The role of experimentation in PLG
Experimentation is at the heart of a product-led organization. Since the product is what ultimately drives the organization forward, it’s a great opportunity to uncover some great insight into tweaks you can make that either give you more momentum, or put on the brakes.
A/B testing is one of the most common strategies in a product-led organization. These tests can help companies experiment with different variations of features, UX changes, or even pricing models to see what approach resonates best with users. The ability to run experiments quickly and without disrupting core functionality is essential to a product-led growth strategy.
Netflix is famous for its A/B testing approach. Whether testing user interface changes or personalized recommendation algorithms, they rely heavily on real-time data to drive decisions that maximize user engagement.
A data-driven approach to experimentation
The experiments that product-led companies run aren’t random, of course. PLO’s prioritize data in their feature launches and iteration cycles to make sure they’re testing (and implementing) valuable changes. Every new feature or enhancement is evaluated based on its impact on core metrics like activation, engagement, and retention.
Data around product usage, user intent, user sentiment, and more are all taken into account when evaluating potential changes.
Shopify, a strong example of this data-driven experimentation, monitors how new features affect merchant sales volumes and store setup efficiency. By continuously testing and adjusting features, Shopify ensures that it delivers maximum value to its user base.
Want to become a more product-led organization?
The argument could be made that no single approach— marketing-, sales-, or product-led— is strong enough to boost a company to the level of success it wants. However a historical focus has been placed on marketing- and sales-led organizations, while product-led organizations are a relatively new concept.
That means that a great opportunity for differentiation still exists if you tweak your approach to help your product do a little more legwork for you. Put most simply, it helps you differentiate from other companies that rely on traditional approaches and gives you a more scalable strategy to draw in large numbers of users.

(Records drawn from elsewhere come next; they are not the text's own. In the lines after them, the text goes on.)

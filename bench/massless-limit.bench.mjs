// The massless limit of the massive per-dof totals (packages/emission/src/speciesBounds.ts):
// |totals(Mμ) − totals(0)|/totals(0) for spins 0, 1/2, 1 (spin 1 against (2 × photon + 1 × scalar)/3,
// the μ → 0 limit of the Proca field) at a = 0 and 0.5 (spin 1 at a = 0 only: exact Proca), for the
// number rate and the power, against the bound masslessProxyBound(Mμ) = Mμ + 200 (Mμ)². Prints the
// ratio difference/bound (must stay below 1) and CPU seconds per solve. Run after `npm run build`:
//   node bench/massless-limit.bench.mjs
import { emissionTotals } from '@penumbra/emission';
import { masslessProxyBound } from '@penumbra/emission/internal';
import { fmt, table, writeResult } from './lib.mjs';

const TOL = 1e-5;
const cpu = (fn) => {
  const c0 = process.cpuUsage();
  const r = fn();
  const c = process.cpuUsage(c0);
  return { r, s: (c.user + c.system) / 1e6 };
};
const rows = [];
let worst = 0;
for (const [spin, a] of [
  [0, 0],
  [0, 0.5],
  [0.5, 0],
  [0.5, 0.5],
  [1, 0],
]) {
  const base =
    spin === 1
      ? (() => {
          const t = emissionTotals({ hole: { a }, field: { spin: 1 } }, { tol: TOL });
          const s = emissionTotals({ hole: { a }, field: { spin: 0 } }, { tol: TOL });
          return { n: (2 * t.numberRate.value + s.numberRate.value) / 3, p: (2 * t.power.value + s.power.value) / 3 };
        })()
      : (() => {
          const t = emissionTotals({ hole: { a }, field: { spin } }, { tol: TOL });
          return { n: t.numberRate.value, p: t.power.value };
        })();
  for (const mu of [1e-4, 1e-3, 1e-2, 0.05]) {
    const { r, s } = cpu(() => emissionTotals({ hole: { a }, field: { spin, mass: mu } }, { tol: TOL }));
    const dn = Math.abs(r.numberRate.value / base.n - 1);
    const dp = Math.abs(r.power.value / base.p - 1);
    const b = masslessProxyBound(mu);
    worst = Math.max(worst, dn / b, dp / b);
    rows.push([spin, a, mu, fmt(dn), fmt(dp), fmt(b), fmt(Math.max(dn, dp) / b), s.toFixed(1)]);
  }
}
console.log(table(['spin', 'a*', 'Mμ', '|ΔN|/N', '|ΔP|/P', 'bound', 'worst/bound', 'cpu s'], rows));
console.log(`worst difference/bound: ${fmt(worst)} (must be < 1)`);
writeResult('massless-limit', { tol: TOL, rows, worst });
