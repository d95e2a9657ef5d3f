// The massive vector on a spinning hole (packages/emission/src/massiveModes.ts): its approximation
// [2·Γ(massless s = 1, Kerr) + Γ(massive scalar, Kerr)]/3 times the Schwarzschild Proca ratio.
// Measures, for the per-dof power and number rate:
//  - at a = 0, the mass correction the ratio carries: exact Proca / (2·photon + massive scalar)/3 − 1
//    (the approximation's error is bounded by this correction if its a-dependence is no larger
//    than the correction itself: the stated bound);
//  - for a* = 0.1 and 0.3, the same quotient for the approximation, approx / (2·photon + scalar)/3 − 1,
//    i.e. how the ratio's effect varies with a.
// Prints CPU seconds per solve. Run after `npm run build`: node bench/massive-vector-kerr.bench.mjs [TOL]
import { writeFileSync } from 'node:fs';
import { emissionTotals } from '@penumbra/emission';
import { benchDir, fmt, table, today } from './lib.mjs';

const tol = Number(process.argv[2] ?? 1e-3);
const cpu = (fn) => {
  const c0 = process.cpuUsage();
  const r = fn();
  const c = process.cpuUsage(c0);
  return { r, s: (c.user + c.system) / 1e6 };
};
const rows = [];
for (const mu of [0.05, 0.2]) {
  for (const a of [0, 0.1, 0.3]) {
    const photon = emissionTotals({ hole: { a }, field: { spin: 1 } }, { tol });
    const scalar = emissionTotals({ hole: { a }, field: { spin: 0, mass: mu } }, { tol });
    const { r, s } = cpu(() => emissionTotals({ hole: { a }, field: { spin: 1, mass: mu } }, { tol }));
    const comboP = (2 * photon.power.value + scalar.power.value) / 3;
    const comboN = (2 * photon.numberRate.value + scalar.numberRate.value) / 3;
    rows.push([
      mu,
      a,
      a === 0 ? 'exact Proca' : 'approximation',
      fmt(r.power.value / comboP - 1),
      fmt(r.numberRate.value / comboN - 1),
      fmt(r.power.relError),
      s.toFixed(1),
    ]);
  }
}
console.log(`massive vector per dof against (2·photon + massive scalar)/3, tol ${tol}`);
console.log(table(['Mμ', 'a*', 'Γ', 'P/Pcombo − 1', 'N/Ncombo − 1', 'relError', 'cpu s'], rows));
// the second measurement of the day is tagged 'b' so the first stays for comparison
writeFileSync(`${benchDir}/results/massive-vector-kerr-${today()}b.json`, `${JSON.stringify({ tol, rows }, null, 1)}\n`);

So, if you've bought in and ready to make the change, here are 4 simple steps you can take in a relatively short amount of time to see some real change:
- Start small with a core product experience: Focus on a simplified version of the product that new users can try without friction. Strategies like free trials or freemium models can be introduced to encourage self-exploration. You may start by offering a 14-day free trial that gives users access to your core functionality to entice users. Use this period to identify the features users engage with most and iterate accordingly.

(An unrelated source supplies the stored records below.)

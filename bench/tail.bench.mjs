// Per-mode cost distribution of greybody at the default tol 1e-8: median and
// 99th percentile CPU time and RHS evaluations over
//   (1) random Kerr modes: s ∈ {0, 1/2, 1, 2}, l ≤ 6, all m, 0.01 ≤ Mω ≤ 3,
//       a uniform in [0, 0.9999];
//   (2) near-extremal counter-rotating modes: a ∈ {0.999, 0.9999}, m < 0;
// with and without the reflection. CPU time per call (process.cpuUsage), so
// preemption on a shared machine does not count; the load is printed.
// Run: npx tsc -b && node bench/tail.bench.mjs [N]
import os from 'node:os';
import { greybody } from '@penumbra/flux';
import { fmt, seededRandom } from './lib.mjs';

const N = Number(process.argv[2] ?? 1000);
const rand = seededRandom(17);
const spins = [0, 0.5, 1, 2];
function mode(counterRotating) {
  const spin = spins[Math.floor(rand() * 4)];
  const l = spin + Math.floor(rand() * (7 - Math.ceil(spin)));
  let m = -l + Math.floor(rand() * (2 * l + 1));
  if (counterRotating && m >= 0) m = -l;
  const a = counterRotating ? (rand() < 0.5 ? 0.999 : 0.9999) : 0.9999 * rand();
  return { hole: { a }, mode: { field: { spin }, l, m }, omega: 0.01 * 300 ** rand() };
}
const sets = [
  ['random Kerr, a ≤ 0.9999', Array.from({ length: N }, () => mode(false))],
  ['near-extremal counter-rotating (a ∈ {0.999, 0.9999}, m < 0)', Array.from({ length: Math.ceil(N / 4) }, () => mode(true))],
];
const quantile = (xs, q) => {
  const s = [...xs].sort((x, y) => x - y);
  return s[Math.min(s.length - 1, Math.floor(q * s.length))];
};
for (const p of sets[0][1].slice(0, 200)) greybody(p); // warm the JIT
console.log(
  `load average ${os
    .loadavg()
    .map((x) => x.toFixed(1))
    .join(' ')}; ${os.cpus()[0]?.model} × ${os.cpus().length}`,
);
let medianAll = Number.NaN;
for (const [label, modes] of sets) {
  for (const reflection of [true, false]) {
    const ms = [];
    const evals = [];
    let failed = 0;
    for (const p of modes) {
      const t0 = process.cpuUsage();
      try {
        const r = greybody(p, { reflection });
        const t = process.cpuUsage(t0);
        ms.push((t.user + t.system) / 1e3);
        evals.push(r.diagnostics.rhsEvaluations);
      } catch {
        failed++;
      }
    }
    const med = quantile(ms, 0.5);
    if (Number.isNaN(medianAll)) medianAll = med;
    console.log(
      `${label}, reflection ${reflection}: ${ms.length} modes (${failed} refused/failed); CPU ms median ${fmt(med, 3)}, p90 ${fmt(quantile(ms, 0.9), 3)}, p99 ${fmt(quantile(ms, 0.99), 3)}, max ${fmt(Math.max(...ms), 3)}; RHS evaluations median ${quantile(evals, 0.5)}, p99 ${quantile(evals, 0.99)}; median / random-Kerr median ${fmt(med / medianAll)}`,
    );
  }
}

- Invest in analytics: Implement robust product analytics that provide insights into user behavior. Without this data, it’s impossible to know what’s driving conversions and retention.
- Empower teams to run experiments: Remove dependencies on engineering by giving product and customer teams tools like user assistance platforms and low-code/no-code solutions to make changes to the product experience.
Continuous onboarding: Create ongoing onboarding processes through in-app tips and tutorials to keep users engaged over time.